Subjects, defined as normal according to the absence of familial history of essential hypertension and to blood pressure values of 140 to 90 mm Hg were characterized by a mean age of 46.9±4.5 years and mean blood pressure values of 118.3±3.1/76.8±4.2 mm Hg. Essential hypertensive patients were recruited from among the newly diagnosed cases in our outpatient clinic if they reported the presence of positive family history of essential hypertension, and supine arterial blood pressure (after 10 minutes of rest), measured with a mercury sphygmomanometer three times at 1-week intervals, was consistently 140/90 mm Hg. Secondary forms of hypertension were excluded by the use of routine diagnostic procedures. Mean age was 49.4±10.2 years, and mean blood pressure values were 153.5±13.3/101.3±6.4 mm Hg. Patients were enrolled if never-treated (n=11) or reporting a history of discontinued or ineffective pharmacological antihypertensive treatment (n=8). Among the latter subgroup, no patient had previously received a calcium antagonist. Moreover, to avoid possible dropouts because of lack of blood pressure normalization by lacidipin treatment, hypertensive patients were tested for response to the compound 4 weeks before enrollment into the study. Blood pressure response to a single dose of 4 mg lacidipine was evaluated; only patients who showed a <10% blood pressure decrease induced by drug administration were finally enrolled. After this procedure, we screened 33 essential hypertensive patients to select 19 patients who proved to be responders to lacidipine treatment. The demographic and clinical characteristics of the two groups are given in Table 1.

View this table: [in this window] [in a new window]   Table 1. Characteristics of Study Subjects

Experimental Model
The FBF studies were performed at 8:00 AM after overnight fasting, with the subjects lying supine in a quiet air-conditioned room (22° to 24°C). A polyethylene cannula (21 gauge, Abbot) was inserted into the brachial artery with the patient under local anesthesia (2% lidocaine). The cannula was connected through stopcocks to a pressure transducer (model MS20; Electromedics) for determination of systemic mean arterial blood pressure (one-third pulse pressure plus diastolic pressure), heart rate (model VSM1; Physiocontrol), and intra-arterial infusions. FBF was measured with the use of strain-gauge venous plethysmography (LOOSCO; GL LOOS).³⁷ Circulation to the hand was occluded 1 minute before each measurement of FBF by inflation of a paediatric cuff around the wrist at suprasystolic blood pressure. Earlier research established the sensitivity and reproducibility of the method.³⁸ Forearm volume was determined according to the water-displacement method, and the drug infusion rate was adjusted for each subject according to his or her forearm volume. Thus, drug infusion rates were normalized to 100 mL forearm tissue through alteration of the drug concentration in the solvent. Drugs were infused through three-way stopcocks at concentrations that had no systemic effects.

Study Design
Endothelium-dependent forearm vasodilation was evaluated with a dose-response curve to intra-arterial acetylcholine (cumulative increase in infusion rates; 0.15, 0.45, 1.5, 4.5, and 15 µg/100 mL of forearm tissue per minute for 5 min each dose) and bradykinin (cumulative increase in infusion rates, 1.5, 4.5, and 15 ng/100 mL of forearm tissue per minute for 5 min each dose). Endothelium-independent vasodilation was assessed with sodium nitroprusside (1, 2, and 4 µg/100 mL of forearm tissue/min for 5 minutes each dose), a direct smooth muscle cell relaxant compound. The three infusions were given in randomized sequence, and 30 minutes of recovery was allowed between each experimental intervention.

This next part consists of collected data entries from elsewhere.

//! Accounts and sessions: creating users and changing them (each change with its
//! activity row, outside any study), signing in with throttling (per user name and
//! client address, `auth::SIGN_IN_THROTTLE`), changing one's own password, and
//! resolving the session of a request.
//!
//! Passwords are hashed off the async runtime and never stored, logged or recorded;
//! a generated password is returned once to the caller that shows it.

use super::ServiceError;
use crate::auth::{self, Role, password, token};
use crate::store;
use crate::store::activity::Change;
use crate::store::sessions::NewSession;
use crate::store::users::UserRow;
use serde::Serialize;
use sqlx::{SqliteConnection, SqlitePool};

/// The name of the account made on first start.
pub const FIRST_ADMIN_NAME: &str = "admin";
/// Who the activity log names for the first-start account.
pub const FIRST_START_ACTOR: &str = "first start";
/// Who the activity log names for accounts added with `sagline user add`.
pub const COMMAND_LINE_ACTOR: &str = "command line";
/// Longest user name accepted.
pub const MAX_NAME_CHARS: usize = 64;

/// The signed-in account of a request, from its session.
#[derive(Debug, Clone)]
pub struct SignedIn {
    pub user_id: i64,
    pub name: String,
    pub role: Role,
    /// The session's token for state-changing requests (header `X-CSRF-Token`, form
    /// field or query parameter `csrf_token`).
    pub csrf_token: String,
    /// The digest the session is stored by.
    pub session_digest: String,
}

/// A new account and, when the server chose it, its password (to show once).
#[derive(Debug, Clone)]
pub struct CreatedUser {
    pub user: UserRow,
    pub generated_password: Option<String>,
}

/// A successful sign-in: the cookie token (known only to the browser from now on) and the account.
#[derive(Debug, Clone)]
pub struct NewLogin {
    pub session_token: String,
    pub user: SignedIn,
}

/// Why a sign-in was refused, in words for the person signing in. None of them says
/// whether the name is an account's (but `Disabled`, which needs the right password).
#[derive(Debug, thiserror::Error)]
pub enum LoginError {
    /// `wait_secs`: how long this client waits before its next try of this name (0: none).
    #[error("Wrong user name or password.{}", next_try_words(*.wait_secs))]
    WrongCredentials { wait_secs: i64 },
    #[error("This account is disabled; ask an admin to enable it.")]
    Disabled,
    /// Too many tries in a row of this name from this address.
    #[error("{}", wait_message(*.wait_secs))]
    Throttled { wait_secs: i64 },
    #[error(transparent)]
    Database(#[from] sqlx::Error),
}

impl LoginError {
    /// Seconds until a throttled sign-in may be tried again.
    pub fn retry_after_secs(&self) -> Option<i64> {
        match self {
            LoginError::Throttled { wait_secs } => Some(*wait_secs),
            _ => None,
        }
    }
}

/// `30 seconds`, `900 seconds (15 minutes)`.
fn seconds_words(secs: i64) -> String {
    if secs >= 120 {
        format!("{secs} seconds ({} minutes)", (secs + 59) / 60)
    } else if secs == 1 {
        "1 second".into()
    } else {
        format!("{secs} seconds")
    }
}

fn next_try_words(wait_secs: i64) -> String {
    if wait_secs > 0 {
        format!(
            " Too many tries in a row: wait {} before the next one.",
            seconds_words(wait_secs)
        )
    } else {
        String::new()
    }
}

fn wait_message(wait_secs: i64) -> String {
    format!(
        "Too many failed sign-ins in a row with this user name from this address. Wait {}, then try again (or ask an admin to clear the wait).",
        seconds_words(wait_secs)
    )
}

/// Hash off the async runtime: Argon2 is deliberately slow.
async fn hash_password(password: String) -> Result<String, ServiceError> {
    tokio::task::spawn_blocking(move || password::hash(&password))
        .await
        .map_err(|e| ServiceError::Invalid(format!("the password could not be hashed: {e}")))?
        .map_err(|e| ServiceError::Invalid(e.to_string()))
}

fn check_name(name: &str) -> Result<&str, ServiceError> {
    let name = name.trim();
    let fine = !name.is_empty()
        && name.chars().count() <= MAX_NAME_CHARS
        && name
            .chars()
            .all(|c| c.is_alphanumeric() || "._-@".contains(c));
    if fine {
        Ok(name)
    } else {
        Err(ServiceError::Invalid(format!(
            "A user name needs 1 to {MAX_NAME_CHARS} letters, digits or . _ - @ (no spaces)."
        )))
    }
}

fn describe(user: &UserRow) -> String {
    format!(
        "role {}{}",
        user.role,
        if user.disabled { ", disabled" } else { "" }
    )
}

async fn load_user(conn: &mut SqliteConnection, user_id: i64) -> Result<UserRow, ServiceError> {
    store::users::get(&mut *conn, user_id)
        .await?
        .ok_or_else(|| ServiceError::NotFound(format!("user {user_id}")))
}

async fn record(
    conn: &mut SqliteConnection,
    actor: &str,
    action: &str,
    subject: &str,
    before: Option<String>,
    after: Option<String>,
) -> Result<(), sqlx::Error> {
    store::activity::record(
        conn,
        None,
        Change {
            actor,
            action,
            subject,
            before,
            after,
        },
    )
    .await
}

/// Add an account. Without `password` the server generates one and returns it.
pub async fn create_user(
    db: &SqlitePool,
    name: &str,
    role: Role,
    password: Option<&str>,
    actor: &str,
) -> Result<CreatedUser, ServiceError> {
    let name = check_name(name)?;
    if let Some(p) = password {
        password::check_chosen(p, name).map_err(ServiceError::Invalid)?;
    }
    if store::users::find_by_name(db, name).await?.is_some() {
        return Err(ServiceError::Conflict(format!(
            "An account named '{name}' already exists; choose another name."
        )));
    }
    let generated_password = password.is_none().then(|| password::generate_for(name));
    let chosen = password
        .map(str::to_string)
        .or_else(|| generated_password.clone())
        .unwrap_or_default();
    let hash = hash_password(chosen).await?;
    let mut tx = store::write_transaction(db).await?;
    let id = match store::users::insert(&mut *tx, name, role, &hash).await {
        Ok(id) => id,
        // Added by someone else since the check above.
        Err(sqlx::Error::Database(e)) if e.is_unique_violation() => {
            return Err(ServiceError::Conflict(format!(
                "An account named '{name}' already exists; choose another name."
            )));
        }
        Err(e) => return Err(e.into()),
    };
    let user = load_user(&mut tx, id).await?;
    record(
        &mut tx,
        actor,
        "add user",
        name,
        None,
        Some(describe(&user)),
    )
    .await?;
    tx.commit().await?;
    tracing::info!(user = %name, role = %role, actor, "account added");
    Ok(CreatedUser {
        user,
        generated_password,
    })
}

/// On first start (no account at all), create `admin` with a generated password and
/// return that password, to print once. Later starts return `None`.
pub async fn ensure_first_admin(db: &SqlitePool) -> Result<Option<String>, ServiceError> {
    if store::users::count(db).await? > 0 {
        return Ok(None);
    }
    let created = create_user(db, FIRST_ADMIN_NAME, Role::Admin, None, FIRST_START_ACTOR).await?;
    Ok(created.generated_password)
}

/// Refuse a change that would leave no admin able to sign in.
async fn keep_an_admin(
    conn: &mut SqliteConnection,
    user: &UserRow,
    what: &str,
) -> Result<(), ServiceError> {
    if user.role == Role::Admin
        && !user.disabled
        && store::users::count_enabled_admins(&mut *conn).await? <= 1
    {
        return Err(ServiceError::Conflict(format!(
            "'{}' is the last admin who can sign in; {what} would leave nobody to manage accounts. Make another account admin first.",
            user.name
        )));
    }
    Ok(())
}

/// Give an account another role.
pub async fn change_role(
    db: &SqlitePool,
    user_id: i64,
    role: Role,
    actor: &str,
) -> Result<UserRow, ServiceError> {
    let mut tx = store::write_transaction(db).await?;
    let before = load_user(&mut tx, user_id).await?;
    if before.role == role {
        return Ok(before);
    }
    if role != Role::Admin {
        keep_an_admin(&mut tx, &before, "taking the admin role away").await?;
    }
    store::users::set_role(&mut *tx, user_id, role).await?;
    let after = load_user(&mut tx, user_id).await?;
    record(
        &mut tx,
        actor,
        "change role",
        &after.name,
        Some(describe(&before)),
        Some(describe(&after)),
    )
    .await?;
    tx.commit().await?;
    Ok(after)
}

/// Give an account a new generated password (returned, to show once) and end its sessions.
pub async fn reset_password(
    db: &SqlitePool,
    user_id: i64,
    actor: &str,
) -> Result<(UserRow, String), ServiceError> {
    let user = store::users::get(db, user_id)
        .await?
        .ok_or_else(|| ServiceError::NotFound(format!("user {user_id}")))?;
    let new_password = password::generate_for(&user.name);
    let hash = hash_password(new_password.clone()).await?;
    let mut tx = store::write_transaction(db).await?;
    load_user(&mut tx, user_id).await?;
    store::users::set_password_hash(&mut *tx, user_id, &hash).await?;
    let ended = store::sessions::delete_for_user(&mut *tx, user_id).await?;
    record(
        &mut tx,
        actor,
        "reset password",
        &user.name,
        None,
        Some(format!("new password issued; {ended} session(s) ended")),
    )
    .await?;
    tx.commit().await?;
    Ok((user, new_password))
}

/// Disable an account (its sessions end at once) or enable it again.
pub async fn set_disabled(
    db: &SqlitePool,
    user_id: i64,
    disabled: bool,
    actor: &str,
) -> Result<UserRow, ServiceError> {
    let mut tx = store::write_transaction(db).await?;
    let before = load_user(&mut tx, user_id).await?;
    if before.disabled == disabled {
        return Ok(before);
    }
    if disabled {
        keep_an_admin(&mut tx, &before, "disabling it").await?;
        store::sessions::delete_for_user(&mut *tx, user_id).await?;
    }
    store::users::set_disabled(&mut *tx, user_id, disabled).await?;
    let after = load_user(&mut tx, user_id).await?;
    let action = if disabled {
        "disable user"
    } else {
        "enable user"
    };
    record(
        &mut tx,
        actor,
        action,
        &after.name,
        Some(describe(&before)),
        Some(describe(&after)),
    )
    .await?;
    tx.commit().await?;
    Ok(after)
}

/// End every session of an account; returns how many ended.
pub async fn sign_out_everywhere(
    db: &SqlitePool,
    user_id: i64,
    actor: &str,
) -> Result<u64, ServiceError> {
    let mut tx = store::write_transaction(db).await?;
    let user = load_user(&mut tx, user_id).await?;
    let ended = store::sessions::delete_for_user(&mut *tx, user_id).await?;
    record(
        &mut tx,
        actor,
        "sign out everywhere",
        &user.name,
        None,
        Some(format!("{ended} session(s) ended")),
    )
    .await?;
    tx.commit().await?;
    Ok(ended)
}

/// Every account, by name.
pub async fn list_users(db: &SqlitePool) -> Result<Vec<UserRow>, ServiceError> {
    Ok(store::users::list(db).await?)
}

/// One try of a name from a client, as the throttle counted it.
enum Try {
    /// Check the password; `wait_secs` is the wait before the next try if this one fails.
    Check { wait_secs: i64 },
    /// Do not check: the client waits this long first.
    Wait { wait_secs: i64 },
}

In the essential hypertensive patients, acetylcholine, bradykinin, and sodium nitroprusside infusions were performed under basal conditions (saline infusion at 0.2 mL/min). After the first FBF study, patients were administered 4 mg lacidipine QD for 1 week. After ensuring that no adverse clinical or biochemical effects had occurred, the dose was increased to 6 mg QD for the remainder of the 32-week active treatment. Additional clinic visits were scheduled every 4 weeks for the duration of the study.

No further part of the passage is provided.